What to work on: Check every line of the entries below for "certificateName", and copy the lines that have it.

Provided entries:

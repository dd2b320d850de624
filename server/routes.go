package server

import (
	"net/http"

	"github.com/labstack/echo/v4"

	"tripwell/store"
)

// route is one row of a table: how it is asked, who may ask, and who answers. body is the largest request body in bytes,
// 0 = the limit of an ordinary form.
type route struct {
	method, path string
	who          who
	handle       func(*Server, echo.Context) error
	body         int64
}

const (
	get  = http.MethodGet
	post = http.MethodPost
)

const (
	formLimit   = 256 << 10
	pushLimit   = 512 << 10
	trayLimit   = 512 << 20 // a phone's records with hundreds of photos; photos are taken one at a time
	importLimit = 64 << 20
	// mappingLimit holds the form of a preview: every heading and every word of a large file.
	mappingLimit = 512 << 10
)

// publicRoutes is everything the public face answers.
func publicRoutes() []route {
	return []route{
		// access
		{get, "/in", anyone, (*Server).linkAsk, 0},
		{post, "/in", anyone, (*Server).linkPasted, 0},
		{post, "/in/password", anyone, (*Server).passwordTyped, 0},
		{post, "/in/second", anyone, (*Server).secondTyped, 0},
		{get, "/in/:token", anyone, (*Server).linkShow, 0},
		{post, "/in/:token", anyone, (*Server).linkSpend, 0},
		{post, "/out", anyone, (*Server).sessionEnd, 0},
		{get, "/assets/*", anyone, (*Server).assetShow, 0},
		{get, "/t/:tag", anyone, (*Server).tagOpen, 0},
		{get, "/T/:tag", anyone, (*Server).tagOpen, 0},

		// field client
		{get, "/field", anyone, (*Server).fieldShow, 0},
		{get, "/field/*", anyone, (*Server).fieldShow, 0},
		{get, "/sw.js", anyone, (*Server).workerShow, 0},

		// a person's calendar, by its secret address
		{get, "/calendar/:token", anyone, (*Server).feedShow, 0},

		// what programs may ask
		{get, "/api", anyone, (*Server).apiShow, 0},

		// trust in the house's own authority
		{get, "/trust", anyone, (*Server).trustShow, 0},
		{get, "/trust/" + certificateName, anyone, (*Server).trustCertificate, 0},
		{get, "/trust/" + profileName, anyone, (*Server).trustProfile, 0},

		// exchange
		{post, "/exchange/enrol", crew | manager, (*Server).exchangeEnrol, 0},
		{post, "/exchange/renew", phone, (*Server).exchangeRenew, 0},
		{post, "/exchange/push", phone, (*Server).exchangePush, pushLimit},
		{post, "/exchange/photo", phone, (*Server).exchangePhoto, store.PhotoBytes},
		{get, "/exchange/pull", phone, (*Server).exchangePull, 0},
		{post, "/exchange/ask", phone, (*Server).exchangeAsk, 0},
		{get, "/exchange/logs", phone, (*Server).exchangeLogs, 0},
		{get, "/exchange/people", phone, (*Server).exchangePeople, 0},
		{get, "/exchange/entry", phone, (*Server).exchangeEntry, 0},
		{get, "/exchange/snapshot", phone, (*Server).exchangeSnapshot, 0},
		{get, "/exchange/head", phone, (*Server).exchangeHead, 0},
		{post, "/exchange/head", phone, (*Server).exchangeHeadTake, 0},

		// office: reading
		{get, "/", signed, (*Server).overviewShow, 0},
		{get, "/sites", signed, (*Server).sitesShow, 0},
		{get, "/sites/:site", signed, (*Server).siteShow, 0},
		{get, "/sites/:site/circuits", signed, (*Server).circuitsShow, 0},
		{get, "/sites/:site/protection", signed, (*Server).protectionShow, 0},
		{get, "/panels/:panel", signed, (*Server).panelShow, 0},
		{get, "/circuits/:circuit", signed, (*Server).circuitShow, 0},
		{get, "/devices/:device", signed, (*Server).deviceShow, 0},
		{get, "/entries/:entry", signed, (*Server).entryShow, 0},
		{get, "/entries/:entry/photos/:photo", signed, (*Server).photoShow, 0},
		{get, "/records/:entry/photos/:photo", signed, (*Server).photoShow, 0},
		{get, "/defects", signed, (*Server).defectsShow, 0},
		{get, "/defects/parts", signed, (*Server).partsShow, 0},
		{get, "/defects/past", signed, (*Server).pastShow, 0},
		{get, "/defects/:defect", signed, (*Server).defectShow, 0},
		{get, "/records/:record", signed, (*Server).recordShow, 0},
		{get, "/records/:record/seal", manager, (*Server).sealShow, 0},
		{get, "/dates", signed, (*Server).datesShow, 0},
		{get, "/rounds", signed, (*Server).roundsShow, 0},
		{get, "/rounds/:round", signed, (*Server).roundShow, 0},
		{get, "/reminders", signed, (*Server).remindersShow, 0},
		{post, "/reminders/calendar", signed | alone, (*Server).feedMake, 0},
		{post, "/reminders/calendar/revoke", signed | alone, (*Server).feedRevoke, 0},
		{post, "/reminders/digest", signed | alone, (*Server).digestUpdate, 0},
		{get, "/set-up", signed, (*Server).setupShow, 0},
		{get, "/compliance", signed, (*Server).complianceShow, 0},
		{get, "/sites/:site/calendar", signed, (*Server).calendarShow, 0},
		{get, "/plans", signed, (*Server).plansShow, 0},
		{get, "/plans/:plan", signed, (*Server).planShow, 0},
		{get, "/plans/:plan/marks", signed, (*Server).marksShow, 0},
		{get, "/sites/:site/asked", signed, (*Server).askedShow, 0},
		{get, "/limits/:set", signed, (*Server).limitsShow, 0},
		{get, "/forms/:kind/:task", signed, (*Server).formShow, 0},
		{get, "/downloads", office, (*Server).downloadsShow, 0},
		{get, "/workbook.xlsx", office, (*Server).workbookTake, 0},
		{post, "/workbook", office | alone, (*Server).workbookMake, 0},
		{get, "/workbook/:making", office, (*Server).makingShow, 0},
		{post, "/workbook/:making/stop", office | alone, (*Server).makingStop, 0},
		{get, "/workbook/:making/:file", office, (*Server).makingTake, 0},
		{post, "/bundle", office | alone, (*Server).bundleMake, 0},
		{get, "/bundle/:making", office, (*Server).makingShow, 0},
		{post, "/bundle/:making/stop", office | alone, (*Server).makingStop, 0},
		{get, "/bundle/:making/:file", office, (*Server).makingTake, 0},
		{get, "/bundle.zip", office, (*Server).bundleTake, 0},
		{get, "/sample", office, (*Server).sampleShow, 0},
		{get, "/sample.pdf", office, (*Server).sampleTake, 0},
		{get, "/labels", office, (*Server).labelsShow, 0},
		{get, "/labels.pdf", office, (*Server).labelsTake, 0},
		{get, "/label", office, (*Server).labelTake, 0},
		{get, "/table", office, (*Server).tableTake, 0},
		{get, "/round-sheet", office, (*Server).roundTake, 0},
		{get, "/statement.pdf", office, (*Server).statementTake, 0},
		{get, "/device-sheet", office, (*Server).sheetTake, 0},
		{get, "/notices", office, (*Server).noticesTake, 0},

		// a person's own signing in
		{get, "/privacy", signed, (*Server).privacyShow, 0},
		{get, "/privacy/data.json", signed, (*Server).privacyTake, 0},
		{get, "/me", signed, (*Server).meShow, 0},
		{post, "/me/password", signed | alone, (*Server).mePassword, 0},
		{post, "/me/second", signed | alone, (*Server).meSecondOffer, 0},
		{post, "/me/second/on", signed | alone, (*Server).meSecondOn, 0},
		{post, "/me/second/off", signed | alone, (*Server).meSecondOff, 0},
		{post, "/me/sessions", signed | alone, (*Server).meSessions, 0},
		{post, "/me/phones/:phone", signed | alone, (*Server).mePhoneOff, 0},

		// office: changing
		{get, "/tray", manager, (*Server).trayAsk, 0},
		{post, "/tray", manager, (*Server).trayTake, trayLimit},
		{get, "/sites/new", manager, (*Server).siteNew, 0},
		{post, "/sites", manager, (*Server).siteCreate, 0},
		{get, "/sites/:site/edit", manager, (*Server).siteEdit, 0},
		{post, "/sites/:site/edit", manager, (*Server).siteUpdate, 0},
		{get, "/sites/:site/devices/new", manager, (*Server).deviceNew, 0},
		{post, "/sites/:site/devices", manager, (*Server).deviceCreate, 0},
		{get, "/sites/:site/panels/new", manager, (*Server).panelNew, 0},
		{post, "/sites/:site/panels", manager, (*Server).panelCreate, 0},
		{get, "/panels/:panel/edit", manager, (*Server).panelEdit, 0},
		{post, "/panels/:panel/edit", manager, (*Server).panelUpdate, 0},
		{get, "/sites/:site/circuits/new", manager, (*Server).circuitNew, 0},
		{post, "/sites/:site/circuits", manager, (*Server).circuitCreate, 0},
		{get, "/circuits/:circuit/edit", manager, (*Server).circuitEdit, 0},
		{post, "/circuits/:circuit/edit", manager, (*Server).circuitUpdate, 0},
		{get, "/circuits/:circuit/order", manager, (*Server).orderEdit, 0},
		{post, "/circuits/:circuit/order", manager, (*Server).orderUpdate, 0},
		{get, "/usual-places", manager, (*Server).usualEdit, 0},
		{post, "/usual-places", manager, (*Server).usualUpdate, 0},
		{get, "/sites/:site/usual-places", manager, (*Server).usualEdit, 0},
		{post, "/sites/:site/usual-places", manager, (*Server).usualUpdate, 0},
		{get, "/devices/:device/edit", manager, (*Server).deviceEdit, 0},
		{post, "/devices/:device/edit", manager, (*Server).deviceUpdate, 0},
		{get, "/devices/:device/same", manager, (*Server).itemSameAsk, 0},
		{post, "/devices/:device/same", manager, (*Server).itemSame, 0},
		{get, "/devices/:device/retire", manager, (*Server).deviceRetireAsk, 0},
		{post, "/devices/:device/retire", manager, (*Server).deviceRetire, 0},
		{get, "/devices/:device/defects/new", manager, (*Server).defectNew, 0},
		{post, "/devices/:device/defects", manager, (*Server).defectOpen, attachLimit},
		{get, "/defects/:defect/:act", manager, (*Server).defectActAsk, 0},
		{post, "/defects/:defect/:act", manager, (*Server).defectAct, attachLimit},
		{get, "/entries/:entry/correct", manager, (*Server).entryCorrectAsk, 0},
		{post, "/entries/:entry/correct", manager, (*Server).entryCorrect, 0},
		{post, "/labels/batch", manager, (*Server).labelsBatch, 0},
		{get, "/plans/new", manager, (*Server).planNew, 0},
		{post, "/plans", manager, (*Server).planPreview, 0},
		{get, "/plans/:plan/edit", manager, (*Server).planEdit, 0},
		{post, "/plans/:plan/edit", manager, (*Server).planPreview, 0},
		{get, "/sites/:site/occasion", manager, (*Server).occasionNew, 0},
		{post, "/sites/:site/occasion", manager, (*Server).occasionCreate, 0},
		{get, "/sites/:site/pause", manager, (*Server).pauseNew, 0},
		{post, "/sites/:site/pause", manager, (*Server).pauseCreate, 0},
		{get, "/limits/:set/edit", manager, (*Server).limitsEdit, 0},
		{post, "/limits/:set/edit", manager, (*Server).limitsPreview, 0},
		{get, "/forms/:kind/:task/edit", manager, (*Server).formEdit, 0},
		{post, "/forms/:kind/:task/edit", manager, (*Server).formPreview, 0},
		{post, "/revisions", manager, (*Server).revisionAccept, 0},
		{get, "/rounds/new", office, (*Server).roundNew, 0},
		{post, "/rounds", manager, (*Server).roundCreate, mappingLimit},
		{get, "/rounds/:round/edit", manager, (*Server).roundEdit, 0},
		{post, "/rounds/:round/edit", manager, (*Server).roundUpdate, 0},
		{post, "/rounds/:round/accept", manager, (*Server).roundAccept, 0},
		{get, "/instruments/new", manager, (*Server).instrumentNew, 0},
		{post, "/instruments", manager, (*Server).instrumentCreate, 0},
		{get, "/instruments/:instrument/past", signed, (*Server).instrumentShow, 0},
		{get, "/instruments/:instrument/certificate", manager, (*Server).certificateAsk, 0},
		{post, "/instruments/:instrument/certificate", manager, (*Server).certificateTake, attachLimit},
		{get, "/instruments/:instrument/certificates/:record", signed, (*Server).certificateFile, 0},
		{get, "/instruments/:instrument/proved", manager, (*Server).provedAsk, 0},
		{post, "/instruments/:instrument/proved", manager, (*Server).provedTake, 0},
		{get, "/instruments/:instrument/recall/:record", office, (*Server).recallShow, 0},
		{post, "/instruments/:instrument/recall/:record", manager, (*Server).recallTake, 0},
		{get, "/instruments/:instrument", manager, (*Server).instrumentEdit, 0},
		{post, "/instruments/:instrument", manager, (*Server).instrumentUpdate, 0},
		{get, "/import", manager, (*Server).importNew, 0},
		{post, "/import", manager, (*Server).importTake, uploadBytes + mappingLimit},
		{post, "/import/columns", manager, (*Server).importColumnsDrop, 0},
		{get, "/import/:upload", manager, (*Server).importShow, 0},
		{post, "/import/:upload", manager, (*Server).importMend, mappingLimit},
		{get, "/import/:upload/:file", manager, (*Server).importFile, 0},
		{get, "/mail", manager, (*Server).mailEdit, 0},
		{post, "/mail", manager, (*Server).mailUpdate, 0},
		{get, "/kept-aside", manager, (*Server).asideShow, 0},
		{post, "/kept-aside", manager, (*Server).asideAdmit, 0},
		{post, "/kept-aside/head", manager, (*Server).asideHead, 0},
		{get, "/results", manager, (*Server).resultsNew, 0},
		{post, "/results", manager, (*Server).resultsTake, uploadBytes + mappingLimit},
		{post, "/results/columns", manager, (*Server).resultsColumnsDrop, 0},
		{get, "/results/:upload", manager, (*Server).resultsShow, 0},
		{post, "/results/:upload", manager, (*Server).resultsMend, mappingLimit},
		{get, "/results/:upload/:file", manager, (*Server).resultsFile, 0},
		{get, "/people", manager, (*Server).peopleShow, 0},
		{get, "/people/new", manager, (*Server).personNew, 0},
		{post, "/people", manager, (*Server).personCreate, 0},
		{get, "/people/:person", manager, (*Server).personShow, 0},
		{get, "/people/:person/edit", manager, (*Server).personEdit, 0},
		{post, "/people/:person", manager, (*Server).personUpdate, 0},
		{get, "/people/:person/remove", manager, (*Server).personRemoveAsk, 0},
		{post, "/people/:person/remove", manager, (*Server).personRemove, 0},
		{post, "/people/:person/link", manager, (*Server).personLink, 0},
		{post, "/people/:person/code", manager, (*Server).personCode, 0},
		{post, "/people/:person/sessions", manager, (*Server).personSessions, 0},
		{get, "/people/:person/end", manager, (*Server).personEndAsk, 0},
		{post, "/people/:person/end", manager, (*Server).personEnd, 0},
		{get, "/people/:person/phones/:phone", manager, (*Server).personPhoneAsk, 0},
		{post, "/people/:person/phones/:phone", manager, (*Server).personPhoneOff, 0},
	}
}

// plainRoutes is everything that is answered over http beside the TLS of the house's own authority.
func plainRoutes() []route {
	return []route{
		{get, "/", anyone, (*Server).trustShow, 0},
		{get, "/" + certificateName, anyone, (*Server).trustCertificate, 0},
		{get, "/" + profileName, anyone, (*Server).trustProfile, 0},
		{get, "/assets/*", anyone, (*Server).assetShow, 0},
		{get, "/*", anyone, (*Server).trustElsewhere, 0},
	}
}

Output for this task:
		{get, "/trust/" + certificateName, anyone, (*Server).trustCertificate, 0},
		{get, "/" + certificateName, anyone, (*Server).trustCertificate, 0},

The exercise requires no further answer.